Regresando a la lectura, la primera biblioteca pública que abrió sus puertas en el país fue la donada por el intelectual venezolano de origen dominicano Rafael María Baralt. Pero lo más importante es que no existían bibliotecas en las escuelas, y no creo que haya muchas bibliotecas todavía. Lo que demuestra que no se fomenta la lectura. La lectura de libros de tapa a tapa es muy rara en nuestro país. Quien primero llama la atención en este aspecto es Pedro Henríquez Ureña. En una carta entre este y su hermano Max se habla de cuántos libros debe leer un aspirante a maestro y se da la suma de dieciocho libros. Porque el primer lector debe ser el maestro y el primer centro del libro, la escuela.

A pesar de la pobreza del país y, de su anclaje en el pasado, la República Dominicana tuvo una élite dedicada a la lectura. Para ello podemos pensar en mujeres como Mercedes Mota, primera feminista dominicana, mujer culta y dedicada al conocimiento, y Leonor Fels, quien fuera la admiración del joven Pedro Henríquez Ureña, y asidua participante en su gabinete de lectura. También Amelia Francasci, quien había estudiado fuera del país y tenía un gabinete de lectura en la capital.

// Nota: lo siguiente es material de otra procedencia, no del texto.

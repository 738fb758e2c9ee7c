package tui

import (
	"errors"
	"fmt"
	"io"
	"os"

	tea "github.com/charmbracelet/bubbletea"
	"github.com/charmbracelet/lipgloss"
	"github.com/muesli/termenv"

	"isofield/survey"
	"isofield/survey/pipeline"
)

// Options configure a UI session.
type Options struct {
	// Title names the survey in the status line.
	Title string
	// Watch reloads the input files when they grow.
	Watch bool
	// SessionPath is where hand edits and settings are saved ("" : none,
	// e.g. for the built-in demo).
	SessionPath string
	// Save, if not nil, writes the configuration's edits and settings to
	// SessionPath; the UI calls it in the background after every edit.
	Save func(pipeline.Config) error
	// ExportDir is where the export key writes (each export in a new
	// time-stamped directory); "" leaves the key out.
	ExportDir string
	// ExportDPI is the resolution of exported PNG maps (0: the export
	// package's default print resolution).
	ExportDPI int
	// Version is the isofield version written into exports.
	Version string
	// NoColor forces monochrome (NO_COLOR is honoured regardless).
	NoColor bool
	// Loaded, if not nil, is the survey just read from cfg.Files; the first
	// run uses it instead of reading the files again (later runs, such as
	// those of watch mode, read them afresh).
	Loaded *survey.Survey
	// Input and Output default to the terminal (tests set them).
	Input  io.Reader
	Output io.Writer
}

// ErrPanic wraps a panic caught in the UI after the terminal was restored.
var ErrPanic = errors.New("the terminal UI failed")

// Run opens the UI on the survey described by cfg and returns when the user
// quits. The terminal is restored on every exit path, panics included: a
// panic becomes an error wrapping ErrPanic with a one-line cause.
func Run(cfg pipeline.Config, opt Options) (err error) {
	out := opt.Output
	if out == nil {
		out = os.Stdout
	}
	r := lipgloss.NewRenderer(out)
	if opt.NoColor || os.Getenv("NO_COLOR") != "" {
		r.SetColorProfile(termenv.Ascii)
	}
	m, _ := New(cfg, opt, DefaultKeyMap(), DefaultStyles(r)).Start()
	popts := []tea.ProgramOption{tea.WithAltScreen(), tea.WithOutput(out)}
	if opt.Input != nil {
		popts = append(popts, tea.WithInput(opt.Input))
	}
	p := tea.NewProgram(m, popts...)
	defer func() {
		// Bubble Tea restores the terminal on panics in Update and View
		// and returns ErrProgramPanic; this catches anything else.
		if v := recover(); v != nil {
			_ = p.ReleaseTerminal()
			err = fmt.Errorf("%w: %v", ErrPanic, v)
		}
	}()
	final, err := p.Run()
	if errors.Is(err, tea.ErrProgramPanic) {
		return fmt.Errorf("%w: %w", ErrPanic, err)
	}
	if fm, ok := final.(Model); ok {
		if fm.cancel != nil {
			fm.cancel()
		}
		if fm.panicked != "" {
			return fmt.Errorf("%w: %s (please report this)", ErrPanic, fm.panicked)
		}
	}
	return err
}
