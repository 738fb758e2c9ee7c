package tui

import (
	"testing"

	"isofield/survey/pipeline"
)

// FuzzSettingValue types arbitrary text into every setting of every
// preset: nothing may panic, and a value the form accepts must read back
// as text that the form accepts again with the same result.
func FuzzSettingValue(f *testing.F) {
	for _, s := range []string{"", "0", "25", "-3", "1,5", "auto", "AUTO", "none", "1e400", "NaN", "inf", "70", "yes", "thin-plate", "x"} {
		f.Add(s)
	}
	f.Fuzz(func(t *testing.T, v string) {
		for _, s := range allSettings() {
			var c pipeline.Config
			if err := s.set(&c, v); err != nil {
				continue
			}
			again := c
			again.Criteria = cloneCriteria(c.Criteria)
			if err := s.set(&again, s.get(&c)); err != nil {
				t.Fatalf("%s: %q accepted, but its read-back %q is not: %v", s.label, v, s.get(&c), err)
			}
			if s.get(&again) != s.get(&c) {
				t.Fatalf("%s: %q reads back as %q, then %q", s.label, v, s.get(&c), s.get(&again))
			}
		}
	})
}
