package tui

import (
	"strconv"

	"github.com/charmbracelet/bubbles/cursor"
	"github.com/charmbracelet/bubbles/progress"
	"github.com/charmbracelet/bubbles/textinput"
	"github.com/charmbracelet/lipgloss"
	"github.com/muesli/termenv"
)

// newTextInput returns a Bubbles text input for the reason prompt and the
// settings' typed values: at most limit characters, a steady cursor (no
// blink timer, so frames change only on input), styled from st. Without
// colour the cursor cannot be shown in reverse video, so it is drawn as
// "_" at the end of the text or before the character it is on.
func newTextInput(st Styles, limit int) textinput.Model {
	in := textinput.New()
	in.Prompt = ""
	in.CharLimit = limit
	in.PromptStyle = st.Label
	in.TextStyle = st.Value
	in.PlaceholderStyle = st.Faint
	in.Cursor.Style = st.Value
	in.Cursor.TextStyle = st.Value
	in.Cursor.SetMode(cursor.CursorStatic)
	if !st.Colour {
		in.Cursor.Style = st.Value.Transform(monoCursor)
	}
	// Paste comes through the terminal (bracketed paste); ctrl+v would
	// read a clipboard that a site laptop over SSH does not have.
	in.KeyMap.Paste.SetEnabled(false)
	return in
}

// monoCursor draws the cursor cell without colour or reverse video.
func monoCursor(s string) string {
	if s == " " || s == "" {
		return "_"
	}
	return "_" + s
}

// fitInput sets the input's visible width so that its prompt and text fit
// w cells (the input scrolls sideways beyond that).
func fitInput(in textinput.Model, w int) textinput.Model {
	in.Width = max(w-lipgloss.Width(in.Prompt)-2, 8)
	return in
}

// newProgress returns the Bubbles progress bar the UI draws runs with:
// one solid colour (the accent), no animation (ViewAs draws the fraction
// the last report gave), the percentage right of the bar.
func newProgress(st Styles) progress.Model {
	p := termenv.Ascii
	dark := true
	if st.Renderer != nil {
		p, dark = st.Renderer.ColorProfile(), st.Renderer.HasDarkBackground()
	}
	pick := func(c lipgloss.AdaptiveColor) string {
		if dark {
			return c.Dark
		}
		return c.Light
	}
	bar := progress.New(progress.WithColorProfile(p), progress.WithSolidFill(pick(st.Accent)),
		progress.WithFillCharacters('█', '░'))
	bar.EmptyColor = pick(st.Dim)
	bar.PercentFormat = " %3.0f%%"
	return bar
}

// progressView draws frac (0..1) as a bar width cells wide, percentage
// included.
func progressView(bar progress.Model, width int, frac float64) string {
	bar.Width = max(width, 9)
	return bar.ViewAs(min(max(frac, 0), 1))
}

func itoa(n int) string { return strconv.Itoa(n) }
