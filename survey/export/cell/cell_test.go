package cell

import "testing"

// TestNeutral follows the OWASP guidance on CSV injection (from memory):
// cells starting with =, +, - or @ (and tab or carriage return) are
// prefixed with an apostrophe, while plain numbers stay numbers.
func TestNeutral(t *testing.T) {
	tests := []struct{ name, in, want string }{
		{"empty", "", ""},
		{"plain text", "probe slipped", "probe slipped"},
		{"formula", "=SUM(A1:A9)", "'=SUM(A1:A9)"},
		{"plus formula", "+cmd|' /C calc'!A0", "'+cmd|' /C calc'!A0"},
		{"minus text", "-re-read", "'-re-read"},
		{"at sign", "@SUM(1)", "'@SUM(1)"},
		{"tab first", "\t=1", "'\t=1"},
		{"carriage return first", "\r=1", "'\r=1"},
		{"negative number", "-350.2", "-350.2"},
		{"positive number", "+12", "+12"},
		{"exponent", "-1.5e-3", "-1.5e-3"},
		{"exponent sign only", "-1e", "'-1e"},
		{"two points", "-1.2.3", "'-1.2.3"},
		{"sign alone", "-", "'-"},
		{"minus then formula", "-1+2", "'-1+2"},
	}
	for _, tt := range tests {
		t.Run(tt.name, func(t *testing.T) {
			if got := Neutral(tt.in); got != tt.want {
				t.Errorf("Neutral(%q) = %q, want %q", tt.in, got, tt.want)
			}
		})
	}
}

// FuzzNeutral: the result never starts with a trigger unless it is a
// plain number, and neutralising twice changes nothing more.
func FuzzNeutral(f *testing.F) {
	for _, s := range []string{"", "=1", "-350.2", "@x", "+", "-1e5", "abc"} {
		f.Add(s)
	}
	f.Fuzz(func(t *testing.T, s string) {
		got := Neutral(s)
		if got != "" && (got[0] == '=' || got[0] == '@' || got[0] == '\t' || got[0] == '\r') {
			t.Fatalf("Neutral(%q) = %q starts with a trigger", s, got)
		}
		if (got != "" && (got[0] == '+' || got[0] == '-')) && !isPlainNumber(got) {
			t.Fatalf("Neutral(%q) = %q starts with a sign but is no number", s, got)
		}
		if again := Neutral(got); again != got {
			t.Fatalf("Neutral is not idempotent: %q -> %q -> %q", s, got, again)
		}
	})
}
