package tui

import (
	"strings"

	tea "github.com/charmbracelet/bubbletea"
)

// lineInput is a one-line text field: the reason prompt and the settings'
// typed values. (Bubbles' textinput would pull a clipboard module this
// build does not carry; this needs only the keys below.)
type lineInput struct {
	styles      Styles
	Prompt      string
	Placeholder string
	limit       int
	value       []rune
	pos         int
	focused     bool
}

func newLineInput(st Styles, limit int) lineInput { return lineInput{styles: st, limit: limit} }

// Value returns the text typed.
func (in lineInput) Value() string { return string(in.value) }

// SetValue replaces the text and puts the cursor at its end.
func (in lineInput) SetValue(s string) lineInput {
	in.value = []rune(s)
	if in.limit > 0 && len(in.value) > in.limit {
		in.value = in.value[:in.limit]
	}
	in.pos = len(in.value)
	return in
}

// Focus and Blur start and stop taking keys.
func (in lineInput) Focus() lineInput { in.focused = true; return in }
func (in lineInput) Blur() lineInput  { in.focused = false; return in }

// Update edits the text: printable keys insert, backspace and delete
// remove, ←/→, home/end and ctrl+a/ctrl+e move, ctrl+u clears.
func (in lineInput) Update(msg tea.Msg) (lineInput, tea.Cmd) {
	km, ok := msg.(tea.KeyMsg)
	if !ok || !in.focused {
		return in, nil
	}
	switch km.Type {
	case tea.KeyRunes, tea.KeySpace:
		r := km.Runes
		if km.Type == tea.KeySpace {
			r = []rune{' '}
		}
		if in.limit > 0 && len(in.value)+len(r) > in.limit {
			return in, nil
		}
		in.value = append(in.value[:in.pos], append(append([]rune(nil), r...), in.value[in.pos:]...)...)
		in.pos += len(r)
	case tea.KeyBackspace:
		if in.pos > 0 {
			in.value = append(in.value[:in.pos-1], in.value[in.pos:]...)
			in.pos--
		}
	case tea.KeyDelete:
		if in.pos < len(in.value) {
			in.value = append(in.value[:in.pos], in.value[in.pos+1:]...)
		}
	case tea.KeyLeft:
		in.pos = max(in.pos-1, 0)
	case tea.KeyRight:
		in.pos = min(in.pos+1, len(in.value))
	case tea.KeyHome, tea.KeyCtrlA:
		in.pos = 0
	case tea.KeyEnd, tea.KeyCtrlE:
		in.pos = len(in.value)
	case tea.KeyCtrlU:
		in.value, in.pos = nil, 0
	}
	return in, nil
}

// View draws the prompt, the text and a block cursor.
func (in lineInput) View() string {
	if len(in.value) == 0 && !in.focused {
		return in.Prompt + in.styles.Faint.Render(in.Placeholder)
	}
	var sb strings.Builder
	sb.WriteString(in.Prompt)
	sb.WriteString(string(in.value[:in.pos]))
	cur := " "
	if in.pos < len(in.value) {
		cur = string(in.value[in.pos])
	}
	if in.focused {
		cur = in.styles.Selected.Render(cur)
		if !in.styles.Colour {
			cur = "_"
			if in.pos < len(in.value) {
				cur = "_" + string(in.value[in.pos])
			}
		}
	}
	sb.WriteString(cur)
	if in.pos < len(in.value) {
		sb.WriteString(string(in.value[in.pos+1:]))
	}
	if len(in.value) == 0 && in.Placeholder != "" {
		sb.WriteString(in.styles.Faint.Render(in.Placeholder))
	}
	return sb.String()
}

// progressBar draws frac (0..1) as a bar width cells wide with its
// percentage.
func progressBar(st Styles, width int, frac float64) string {
	frac = min(max(frac, 0), 1)
	w := max(width-5, 4)
	full := int(frac*float64(w) + 0.5)
	bar := st.PanelTitle.Render(strings.Repeat("█", full)) + st.Faint.Render(strings.Repeat("░", w-full))
	return bar + " " + padLeft(int(frac*100+0.5), 3) + "%"
}

func padLeft(n, w int) string {
	s := strings.Repeat(" ", w) + itoa(n)
	return s[len(s)-w:]
}

func itoa(n int) string {
	if n == 0 {
		return "0"
	}
	var b []byte
	for ; n > 0; n /= 10 {
		b = append([]byte{byte('0' + n%10)}, b...)
	}
	return string(b)
}
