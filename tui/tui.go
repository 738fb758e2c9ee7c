// Package tui is isofield's terminal user interface, built on Bubble Tea,
// Lip Gloss and Bubbles.
package tui

// TEMPORARY contract: filled in by the terminal UI work.

import (
	"errors"

	"isofield/survey/pipeline"
)

// Options configure a UI session.
type Options struct {
	// Title names the survey in the status line.
	Title string
	// Watch reloads the input files when they grow.
	Watch bool
	// SessionPath is where hand edits and settings are saved ("" : none,
	// e.g. for the built-in demo).
	SessionPath string
	// NoColor forces monochrome (NO_COLOR is honoured regardless).
	NoColor bool
}

// Run opens the UI on the survey described by cfg and returns when the user
// quits. The terminal is restored on every exit path, panics included.
func Run(cfg pipeline.Config, opt Options) error {
	return errors.New("tui: not implemented yet")
}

La cantidad de libros publicados parece decir que hubo una gran actividad literaria, como lo muestran los que se han dedicado al estudio de la bibliografía dominicana. Pero ello no da cuenta de la lectura. Cuando Juan Bosch publicó “Camino real”, en 1933, las ediciones eran de trescientos ejemplares. Luego de la muerte de Trujillo, pasamos a ediciones de mil ejemplares y ya, con la intervención de las fotocopias y los soportes digitales, estamos de regreso a los trescientos por edición. La cantidad de librerías que había en los años sesenta en Santo Domingo eran unas diecisiete, según nos informara el crítico y cuentista José Alcántara Almánzar. El libro dominicano que fue un acontecimiento editorial, del cual tenemos noticias, fue “Crisis de la democracia de América en República Dominicana” (1964), de Juan Bosch, y “Memorias de un cortesano de la Era de Trujillo”, de Joaquín Balaguer, lo que demuestra que los dominicanos son lectores coyunturales.